* **Directions**
Give again, word for word, each line below starting at the one that contains "const double root" and ending at the one that contains "result.consider(fits.entries[k].strength, 0.0, k, onset, shape);".

* **Stored items**
===

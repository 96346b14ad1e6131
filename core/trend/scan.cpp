// SPDX-License-Identifier: GPL-3.0-or-later
#include "core/trend/scan.h"

#include <algorithm>
#include <cmath>

namespace evenstroke::drift {

RunningSums::Sums RunningSums::Sums::operator-(const Sums& earlier) const
{
    return {count - earlier.count, value - earlier.value, time - earlier.time,
            time_squared - earlier.time_squared, value_time - earlier.value_time};
}

namespace {

RunningSums::Sums with(RunningSums::Sums sums, double time, std::optional<double> value)
{
    if (value) {
        sums.count += 1.0;
        sums.value += *value;
        sums.time += time;
        sums.time_squared += time * time;
        sums.value_time += *value * time;
    }
    return sums;
}

} // namespace

void RunningSums::add(double time, std::optional<double> value)
{
    values_.push_back(value);
    cumulated_.push_back(with(cumulated_.back(), time, value));
}

void RunningSums::replace(std::size_t reading, double time, double value)
{
    const double change = value - values_[reading].value_or(0.0);
    values_[reading] = value;
    for (std::size_t i = reading + 1; i < cumulated_.size(); ++i) {
        cumulated_[i].value += change;
        cumulated_[i].value_time += change * time;
    }
}

RunningSums::Sums RunningSums::between(std::size_t first, std::size_t last) const
{
    return cumulated_[last + 1] - cumulated_[first];
}

namespace {

/// Sums of one fit: over the segment, and of the shape where it is not 0.
std::optional<Fit> fit(const RunningSums::Sums& all, double shape_sum, double shape_squares,
                       double shape_values, double noise)
{
    const double shape_squared = shape_squares - shape_sum * shape_sum / all.count;
    // Readings of one day make a ramp flat; the bound only has to keep rounding away.
    if (!(shape_squared > 1e-9 * (1.0 + shape_squares)))
        return std::nullopt;
    return Fit{shape_squared, (shape_values - shape_sum * all.value / all.count) / noise};
}

std::optional<Fit> ramp(const RunningSums::Sums& all, const RunningSums::Sums& after, double noise,
                        double from)
{
    return fit(all, after.time - after.count * from,
               after.time_squared - from * (2.0 * after.time - after.count * from),
               after.value_time - from * after.value, noise);
}

bool enough(const RunningSums& sums, const RunningSums::Sums& all, const RunningSums::Sums& after,
            std::size_t last)
{
    return sums.has(last) && all.count - after.count >= static_cast<double>(readings_before_onset) &&
           after.count >= static_cast<double>(readings_after_onset);
}

} // namespace

std::optional<Fit> fit_step(const RunningSums& sums, std::size_t first, std::size_t onset, std::size_t last,
                            double noise)
{
    const RunningSums::Sums all = sums.between(first, last), after = sums.between(onset, last);
    if (!enough(sums, all, after, last))
        return std::nullopt;
    return fit(all, after.count, after.count, after.value, noise);
}

std::optional<Fit> fit_ramp(const RunningSums& sums, std::size_t first, std::size_t onset, std::size_t last,
                            double noise, double from)
{
    const RunningSums::Sums all = sums.between(first, last), after = sums.between(onset, last);
    if (!enough(sums, all, after, last))
        return std::nullopt;
    return ramp(all, after, noise, from);
}

void ScanResult::consider(double new_strength, double prior, std::size_t new_candidate, std::size_t new_onset,
                          Shape new_shape)
{
    possible = true;
    const double weighed = new_strength * new_strength + prior;
    if (weighed <= evidence * evidence)
        return;
    evidence = std::sqrt(weighed);
    strength = std::abs(new_strength);
    candidate = new_candidate;
    direction = new_strength < 0.0 ? -1 : 1;
    shape = new_shape;
    onset = new_onset;
}

namespace {

/// Fits all series at one onset after the other; the sums over the whole segments stay the same.
class RowFitter
{
public:
    RowFitter(std::span<const ScanSeries> series, std::size_t last) : series_(series), last_(last)
    {
        for (const ScanSeries& one : series) {
            const RunningSums::Sums all = one.sums->between(one.first, last);
            all_.push_back(all);
            constexpr double needed = static_cast<double>(readings_before_onset + readings_after_onset);
            possible_ = possible_ || (one.sums->has(last) && all.count >= needed);
        }
        for (FitRow* row : {&steps, &ramps})
            row->entries.resize(series.size());
    }

    bool possible() const { return possible_; }

    /// @param from time of the reading before the onset
    void fit(std::size_t onset, double from)
    {
        steps.taken = ramps.taken = 0;
        for (std::size_t k = 0; k < series_.size(); ++k) {
            const ScanSeries& one = series_[k];
            steps.entries[k].taken = ramps.entries[k].taken = false;
            if (onset <= one.first || !one.sums->has(last_))
                continue;
            const RunningSums::Sums after = one.sums->before(last_ + 1) - one.sums->before(onset);
            const RunningSums::Sums& all = all_[k];
            if (all.count - after.count < static_cast<double>(readings_before_onset) ||
                after.count < static_cast<double>(readings_after_onset))
                continue;
            enter(steps, k, drift::fit(all, after.count, after.count, after.value, one.noise));
            enter(ramps, k, ramp(all, after, one.noise, from));
        }
    }

    FitRow steps, ramps;

private:
    static void enter(FitRow& row, std::size_t k, const std::optional<Fit>& found)
    {
        if (!found)
            return;
        const double root = std::sqrt(found->shape_squared);
        row.entries[k] = {true, root, found->projection / root};
        ++row.taken;
    }

    std::span<const ScanSeries> series_;
    std::size_t last_;
    std::vector<RunningSums::Sums> all_;
    bool possible_ = false;
};

/// @param any_change u' C^-1 u of these fits. No signature can exceed its root (Cauchy-Schwarz), so most
/// onsets need no look at them.
void weigh_candidates(const FitRow& fits, const SignatureMatcher& matcher, double any_change,
                      std::size_t onset, Shape shape, ScanResult& result)
{
    for (std::size_t k = 0; k < fits.entries.size(); ++k)
        if (fits.entries[k].taken)
            result.consider(fits.entries[k].strength, 0.0, k, onset, shape);
    for (std::size_t signature = 0; signature < matcher.count(); ++signature) {
        const double prior = matcher.prior(signature);
        const double to_beat = result.evidence * result.evidence - prior;
        if (any_change <= to_beat)
            continue;
        if (const double strength = matcher.strength(signature, fits, to_beat); strength > 0.0) // one direction only
            result.consider(strength, prior, fits.entries.size() + signature, onset, shape);
    }
}

} // namespace

ScanResult scan(std::span<const ScanSeries> series, const SignatureMatcher& matcher,
                std::span<const double> months, std::size_t reading)
{
    ScanResult result;
    RowFitter fitter(series, reading);
    if (!fitter.possible())
        return result;
    std::size_t first = reading;
    for (const ScanSeries& one : series)
        first = std::min(first, one.first);
    const std::size_t earliest =
        std::max(first + readings_before_onset, reading > onset_window ? reading - onset_window : 0);
    for (std::size_t onset = earliest; onset < reading; ++onset) {
        fitter.fit(onset, months[onset - 1]);
        if (fitter.steps.taken == 0)
            continue;
        const double any_step = matcher.any_change(fitter.steps);
        weigh_candidates(fitter.steps, matcher, any_step, onset, Shape::step, result);
        if (any_step > result.any_change) {
            result.any_change = any_step;
            result.any_change_onset = onset;
        }
        weigh_candidates(fitter.ramps, matcher, matcher.any_change(fitter.ramps), onset, Shape::ramp, result);
    }
    return result;
}

} // namespace evenstroke::drift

===

* **Response**
        const double root = std::sqrt(found->shape_squared);
        row.entries[k] = {true, root, found->projection / root};
        ++row.taken;
    }

    std::span<const ScanSeries> series_;
    std::size_t last_;
    std::vector<RunningSums::Sums> all_;
    bool possible_ = false;
};

/// @param any_change u' C^-1 u of these fits. No signature can exceed its root (Cauchy-Schwarz), so most
/// onsets need no look at them.
void weigh_candidates(const FitRow& fits, const SignatureMatcher& matcher, double any_change,
                      std::size_t onset, Shape shape, ScanResult& result)
{
    for (std::size_t k = 0; k < fits.entries.size(); ++k)
        if (fits.entries[k].taken)
            result.consider(fits.entries[k].strength, 0.0, k, onset, shape);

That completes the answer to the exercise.